Counting every line in the entries below where the word "rigid" occurs, report how many there are. Give only that number.

** Data provided follows **

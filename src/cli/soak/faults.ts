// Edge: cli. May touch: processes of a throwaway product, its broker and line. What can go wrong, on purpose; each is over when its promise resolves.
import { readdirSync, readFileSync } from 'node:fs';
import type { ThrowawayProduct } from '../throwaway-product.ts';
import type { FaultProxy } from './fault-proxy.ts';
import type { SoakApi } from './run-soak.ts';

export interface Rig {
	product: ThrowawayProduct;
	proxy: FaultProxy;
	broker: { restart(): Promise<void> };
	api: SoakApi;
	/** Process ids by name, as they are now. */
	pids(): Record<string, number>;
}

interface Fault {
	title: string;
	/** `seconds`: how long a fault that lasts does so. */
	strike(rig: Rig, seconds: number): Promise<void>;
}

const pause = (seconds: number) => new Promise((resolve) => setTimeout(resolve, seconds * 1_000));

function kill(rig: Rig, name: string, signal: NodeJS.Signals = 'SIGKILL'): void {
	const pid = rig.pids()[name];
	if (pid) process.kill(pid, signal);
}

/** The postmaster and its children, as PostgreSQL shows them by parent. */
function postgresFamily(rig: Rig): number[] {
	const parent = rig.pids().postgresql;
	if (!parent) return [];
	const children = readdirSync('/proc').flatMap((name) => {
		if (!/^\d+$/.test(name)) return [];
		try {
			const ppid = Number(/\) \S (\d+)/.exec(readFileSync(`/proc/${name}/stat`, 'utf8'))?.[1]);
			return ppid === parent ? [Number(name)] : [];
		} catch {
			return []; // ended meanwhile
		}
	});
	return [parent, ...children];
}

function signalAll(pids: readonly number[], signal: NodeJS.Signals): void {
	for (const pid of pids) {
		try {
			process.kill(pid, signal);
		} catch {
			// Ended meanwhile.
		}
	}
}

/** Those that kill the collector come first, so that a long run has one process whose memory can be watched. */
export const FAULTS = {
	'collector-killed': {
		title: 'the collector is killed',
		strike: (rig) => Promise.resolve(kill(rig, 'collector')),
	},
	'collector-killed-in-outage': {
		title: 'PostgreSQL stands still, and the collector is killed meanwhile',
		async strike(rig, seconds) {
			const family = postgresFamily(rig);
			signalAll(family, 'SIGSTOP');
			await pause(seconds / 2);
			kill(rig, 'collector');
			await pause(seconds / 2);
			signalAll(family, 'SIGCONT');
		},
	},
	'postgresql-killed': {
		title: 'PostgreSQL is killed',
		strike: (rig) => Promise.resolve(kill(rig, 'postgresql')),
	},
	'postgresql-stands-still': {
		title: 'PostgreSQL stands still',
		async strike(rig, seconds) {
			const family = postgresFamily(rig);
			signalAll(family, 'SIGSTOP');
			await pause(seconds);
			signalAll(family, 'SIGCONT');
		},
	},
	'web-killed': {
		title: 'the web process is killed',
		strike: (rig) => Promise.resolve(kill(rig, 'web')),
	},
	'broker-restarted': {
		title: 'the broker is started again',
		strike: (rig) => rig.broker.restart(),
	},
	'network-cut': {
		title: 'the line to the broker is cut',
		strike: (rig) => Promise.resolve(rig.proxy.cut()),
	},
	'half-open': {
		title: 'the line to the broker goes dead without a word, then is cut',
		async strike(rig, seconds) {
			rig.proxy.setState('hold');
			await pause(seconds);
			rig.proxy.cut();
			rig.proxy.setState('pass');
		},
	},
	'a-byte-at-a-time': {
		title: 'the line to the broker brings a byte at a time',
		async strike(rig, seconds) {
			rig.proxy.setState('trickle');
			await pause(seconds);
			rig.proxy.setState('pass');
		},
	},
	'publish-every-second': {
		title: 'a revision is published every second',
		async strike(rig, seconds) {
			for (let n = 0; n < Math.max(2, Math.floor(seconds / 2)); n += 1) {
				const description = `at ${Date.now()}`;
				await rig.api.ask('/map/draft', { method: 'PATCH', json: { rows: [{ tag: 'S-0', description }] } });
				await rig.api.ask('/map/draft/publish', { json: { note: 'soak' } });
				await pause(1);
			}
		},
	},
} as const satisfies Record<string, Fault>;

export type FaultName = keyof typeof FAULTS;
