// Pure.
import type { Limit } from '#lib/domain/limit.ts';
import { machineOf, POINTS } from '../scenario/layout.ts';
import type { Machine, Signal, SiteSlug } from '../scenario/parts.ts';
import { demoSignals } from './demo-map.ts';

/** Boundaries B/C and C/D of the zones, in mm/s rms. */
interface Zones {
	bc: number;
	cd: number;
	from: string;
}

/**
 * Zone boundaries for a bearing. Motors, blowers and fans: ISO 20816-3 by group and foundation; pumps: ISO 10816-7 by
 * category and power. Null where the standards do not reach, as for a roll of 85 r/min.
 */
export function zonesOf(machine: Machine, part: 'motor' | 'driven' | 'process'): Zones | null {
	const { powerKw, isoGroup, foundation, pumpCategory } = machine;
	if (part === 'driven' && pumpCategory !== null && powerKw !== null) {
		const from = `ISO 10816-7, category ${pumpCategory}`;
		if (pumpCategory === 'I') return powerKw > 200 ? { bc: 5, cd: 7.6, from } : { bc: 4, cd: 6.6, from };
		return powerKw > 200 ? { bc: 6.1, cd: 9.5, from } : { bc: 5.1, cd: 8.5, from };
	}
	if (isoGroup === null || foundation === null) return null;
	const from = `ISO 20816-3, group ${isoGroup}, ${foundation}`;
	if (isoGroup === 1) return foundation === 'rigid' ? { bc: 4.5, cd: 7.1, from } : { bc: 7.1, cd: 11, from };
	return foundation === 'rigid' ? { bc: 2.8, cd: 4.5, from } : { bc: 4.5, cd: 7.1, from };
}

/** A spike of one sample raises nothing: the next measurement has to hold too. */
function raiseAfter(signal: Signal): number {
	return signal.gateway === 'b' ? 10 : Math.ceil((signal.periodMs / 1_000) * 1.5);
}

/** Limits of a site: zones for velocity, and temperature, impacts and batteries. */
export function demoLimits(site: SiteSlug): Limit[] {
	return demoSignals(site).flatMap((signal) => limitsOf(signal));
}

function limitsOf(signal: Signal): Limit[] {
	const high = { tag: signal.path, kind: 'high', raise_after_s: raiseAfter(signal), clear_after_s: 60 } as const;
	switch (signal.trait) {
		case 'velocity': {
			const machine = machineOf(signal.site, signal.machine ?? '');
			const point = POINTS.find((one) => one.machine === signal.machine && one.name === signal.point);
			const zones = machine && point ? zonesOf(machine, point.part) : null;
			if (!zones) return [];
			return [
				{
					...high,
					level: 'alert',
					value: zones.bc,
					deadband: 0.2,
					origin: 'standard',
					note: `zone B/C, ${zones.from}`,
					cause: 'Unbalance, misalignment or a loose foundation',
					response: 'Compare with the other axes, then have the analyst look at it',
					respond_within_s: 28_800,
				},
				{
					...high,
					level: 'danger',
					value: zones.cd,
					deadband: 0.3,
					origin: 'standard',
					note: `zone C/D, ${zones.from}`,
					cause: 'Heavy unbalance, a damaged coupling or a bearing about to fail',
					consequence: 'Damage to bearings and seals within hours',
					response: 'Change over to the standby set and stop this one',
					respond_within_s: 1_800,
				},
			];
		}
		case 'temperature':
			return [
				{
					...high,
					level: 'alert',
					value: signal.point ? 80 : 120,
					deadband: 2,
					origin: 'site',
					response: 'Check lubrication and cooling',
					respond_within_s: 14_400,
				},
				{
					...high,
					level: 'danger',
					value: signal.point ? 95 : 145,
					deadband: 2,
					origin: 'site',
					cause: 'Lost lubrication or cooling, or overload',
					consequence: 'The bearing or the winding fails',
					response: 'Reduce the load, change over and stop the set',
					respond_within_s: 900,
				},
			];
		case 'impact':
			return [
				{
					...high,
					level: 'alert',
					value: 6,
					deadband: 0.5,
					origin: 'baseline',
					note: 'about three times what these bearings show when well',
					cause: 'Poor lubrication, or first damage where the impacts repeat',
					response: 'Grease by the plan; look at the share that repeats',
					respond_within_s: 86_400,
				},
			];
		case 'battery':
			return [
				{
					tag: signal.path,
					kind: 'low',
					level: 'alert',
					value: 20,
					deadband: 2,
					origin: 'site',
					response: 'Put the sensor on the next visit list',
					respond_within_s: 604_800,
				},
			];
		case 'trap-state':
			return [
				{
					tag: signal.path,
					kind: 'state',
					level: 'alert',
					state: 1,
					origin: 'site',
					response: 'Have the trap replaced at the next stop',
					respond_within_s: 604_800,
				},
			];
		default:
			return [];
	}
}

** End of Data provided **

* _Response area_
2